Histograms of amino acid occurrences, free energy profiles and fitting functions

Histograms were created by counting the occurrences of each amino acid with the computed lipid-accessibility, based on the coordinate of the Cα atom, along the membrane normal (z-axis) in bins of 3 Å width (Supplementary Figures S1 and S2). Total residue profiles were created by summing the occurrences for lipid-accessible and lipid-inaccessible residues. Fits for the total residue profiles were created with single or double-Gaussian mixture models:

$$\text{single}\,\text{Gaussian}\,\text{model}:{F}_{G}(z)=a+b\cdot \exp [{\frac{-(z-c)}{2{d}^{2}}}^{2}]$$
(1)
$$\begin{array}{c}\text{double}{\textstyle \text{-}}\text{Gaussian mixture}\,\text{model}:{F}_{dG}(z)=a+b\cdot \exp [\frac{-{(z-c)}^{2}}{2{d}^{2}}]+e\cdot \exp [\frac{-{(z-f)}^{2}}{2{g}^{2}}]\end{array}$$
(2)

Starting parameters for the fits can be estimated based on the histograms, where a is the constant background, b and e are the peak heights above the background, c and f are the central values, and d and g are the standard deviations. Final fit parameters are given in Supplementary Tables 2 and 3.

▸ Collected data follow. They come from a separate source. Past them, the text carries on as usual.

# Tracewright: the two commands a user needs are `make run` and `make test` (README.md).
GO        ?= go
WASM_EXEC := $(shell $(GO) env GOROOT)/lib/wasm/go_js_wasm_exec
DEMO      := testdata/workshop.csv

.PHONY: run test vet test-native test-wasm cli bench fuzz demo clean

## run: build the command-line tool and show the overview of the demo log
run: cli
	./bin/tracewright inspect $(DEMO)

## test: vet, then every test natively and the core's tests under GOOS=js GOARCH=wasm (node)
test: vet test-native test-wasm

vet:
	$(GO) vet ./...
	GOOS=js GOARCH=wasm $(GO) vet ./core/...

test-native:
	$(GO) test -count=1 ./...

test-wasm:
	GOOS=js GOARCH=wasm $(GO) test -count=1 -exec="$(WASM_EXEC)" ./core/...

## cli: build bin/tracewright and bin/loggen
cli:
	$(GO) build -trimpath -o bin/tracewright ./tools/tracewright
	$(GO) build -trimpath -o bin/loggen ./tools/loggen

## bench: intake, memory and timestamp benchmarks (figures side by side with encoding/csv)
bench:
	$(GO) test -run '^$$' -bench . -benchmem -benchtime 3x ./core/intake/
	$(GO) test -run '^$$' -bench . -benchmem ./core/timestamp/

## fuzz: a short run of every fuzz target (FUZZTIME each)
FUZZTIME ?= 30s
fuzz:
	$(GO) test -run '^$$' -fuzz '^FuzzRecords$$' -fuzztime $(FUZZTIME) ./core/intake/
	$(GO) test -run '^$$' -fuzz '^FuzzReadCSV$$' -fuzztime $(FUZZTIME) ./core/intake/
	$(GO) test -run '^$$' -fuzz '^FuzzReadXES$$' -fuzztime $(FUZZTIME) ./core/intake/
	$(GO) test -run '^$$' -fuzz '^FuzzCSVRoundTrip$$' -fuzztime $(FUZZTIME) ./core/export/
	$(GO) test -run '^$$' -fuzz '^FuzzXESRoundTrip$$' -fuzztime $(FUZZTIME) ./core/export/
	$(GO) test -run '^$$' -fuzz '^FuzzParse$$' -fuzztime $(FUZZTIME) ./core/timestamp/

## demo: rewrite the demo logs in testdata/ from the generator (deterministic)
demo: cli
	./bin/loggen --events 6000 --seed 2026 --noise 0.05 --start-times --cases-per-day 3 \
		--csv testdata/workshop.csv --xes testdata/workshop.xes.gz --truth testdata/workshop.truth.json --detail

clean:
	rm -rf bin dist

A window of three bins was run over the amino acid histograms and resulting values were converted into free energies (per amino acid per bin) using the inverse Boltzmann relationship with \({N}_{{aa},{bin}}\) being the residue counts of each amino acid per bin.

$${\rm{\Delta }}{G}_{aa,bin}=kT\,\mathrm{ln}\,\frac{{N}_{aa,bin}}{{\sum }_{aa}{N}_{aa,bin}}$$
(3)

Free energy profiles were then fit with either a double-Gaussian mixture model (F dG ), or, if a satisfactory fit could not be achieved, a 4th order polynomial (F p4 ), with fitting parameters given in Supplementary Tables 47:

$${\rm{Poly}}\,4D:{F}_{p4}(z)=a\cdot {z}^{4}+b\cdot {z}^{3}+c\cdot {z}^{2}+d\cdot z+e$$
(4)

Scoring topologies and depths and tilt angles

‘Native’ (as described in the database generation section) and inverted topologies where scored with our implicit membrane potentials. For each residue in the membrane a score was computed, depending on the lipid accessibility and the z coordinate of the Cα atom as a measure of depth. Scores were summed individually for all lipid-accessible and lipid-inaccessible residues and native and inverted topologies. The topology with the lowest score was used as final prediction.

For each protein in our datasets with native topology, the scores for lipid-accessible and lipid-inaccessible residues were investigated separately (Fig. 5B and Supplementary Figure S3). We further computed overall scores for various depths and tilt angles (Fig. 7).

Transmembrane span lengths and tilt angles

To compute helix/strand lengths and tilt angles (Supplementary Figure S4), we first used DSSP53 for identification of secondary structure. From the secondary structure elements, transmembrane spans were identified as such, if the first and last residues were on opposite sides of the membrane center plane (negative or positive z-axis). This definition ensures that secondary structure elements longer than required to span the membrane are included in the histograms. Tilt angles were computed from the center-of-masses of the (i − 1)st, ith, and (i + 1)st residues of the starting and end residue of the TM spans with respect to the membrane normal. Bin widths were one residue for the transmembrane span length and 5° for the tilt angles.

Data availability statement

The mathematical forms of the potentials are described in the Supplement to this article. PDB codes for the databases are given in the Supplement.